Records contained in a dataset
++++++++++
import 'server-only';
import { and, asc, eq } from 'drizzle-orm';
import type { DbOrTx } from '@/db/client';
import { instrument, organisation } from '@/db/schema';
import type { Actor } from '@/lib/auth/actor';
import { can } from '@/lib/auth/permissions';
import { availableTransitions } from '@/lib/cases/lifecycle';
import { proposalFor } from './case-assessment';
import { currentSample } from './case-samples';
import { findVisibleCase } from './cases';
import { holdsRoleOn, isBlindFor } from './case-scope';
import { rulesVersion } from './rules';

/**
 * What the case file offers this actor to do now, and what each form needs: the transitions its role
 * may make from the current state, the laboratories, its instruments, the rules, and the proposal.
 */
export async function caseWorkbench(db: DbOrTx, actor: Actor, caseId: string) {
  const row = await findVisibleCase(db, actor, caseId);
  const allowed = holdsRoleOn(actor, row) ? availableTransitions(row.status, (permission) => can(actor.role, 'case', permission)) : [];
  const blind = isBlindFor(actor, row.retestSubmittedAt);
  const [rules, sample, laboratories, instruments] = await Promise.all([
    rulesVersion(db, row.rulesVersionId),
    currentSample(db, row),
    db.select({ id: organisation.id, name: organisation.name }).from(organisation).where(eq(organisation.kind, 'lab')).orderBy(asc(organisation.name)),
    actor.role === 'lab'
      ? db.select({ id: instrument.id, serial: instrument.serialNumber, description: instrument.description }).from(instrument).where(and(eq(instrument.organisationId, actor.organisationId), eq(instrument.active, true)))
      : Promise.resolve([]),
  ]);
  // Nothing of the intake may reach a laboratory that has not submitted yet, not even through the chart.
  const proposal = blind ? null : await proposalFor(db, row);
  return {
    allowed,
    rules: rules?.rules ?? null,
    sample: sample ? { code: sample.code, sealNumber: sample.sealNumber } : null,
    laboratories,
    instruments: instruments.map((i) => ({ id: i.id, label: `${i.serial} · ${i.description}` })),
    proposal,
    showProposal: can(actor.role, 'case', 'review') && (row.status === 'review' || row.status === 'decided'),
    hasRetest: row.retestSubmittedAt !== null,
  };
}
++++++++++
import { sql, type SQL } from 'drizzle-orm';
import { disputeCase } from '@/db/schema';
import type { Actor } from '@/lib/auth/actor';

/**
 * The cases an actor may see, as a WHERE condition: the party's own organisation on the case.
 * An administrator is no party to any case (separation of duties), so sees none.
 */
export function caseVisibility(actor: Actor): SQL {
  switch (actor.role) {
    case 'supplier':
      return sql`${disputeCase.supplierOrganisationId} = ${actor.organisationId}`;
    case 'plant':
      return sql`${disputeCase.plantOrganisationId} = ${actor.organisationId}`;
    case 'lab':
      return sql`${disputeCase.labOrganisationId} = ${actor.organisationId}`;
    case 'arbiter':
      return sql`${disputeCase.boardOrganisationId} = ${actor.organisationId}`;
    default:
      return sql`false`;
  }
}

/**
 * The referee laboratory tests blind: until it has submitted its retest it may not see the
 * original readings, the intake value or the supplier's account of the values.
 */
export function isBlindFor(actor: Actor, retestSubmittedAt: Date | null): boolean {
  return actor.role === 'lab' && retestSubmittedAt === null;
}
++++++++++
**Directions for this task:** What is the number of lines in the records that hold "currentSample"? Give the number by itself.

**The completed task:** 2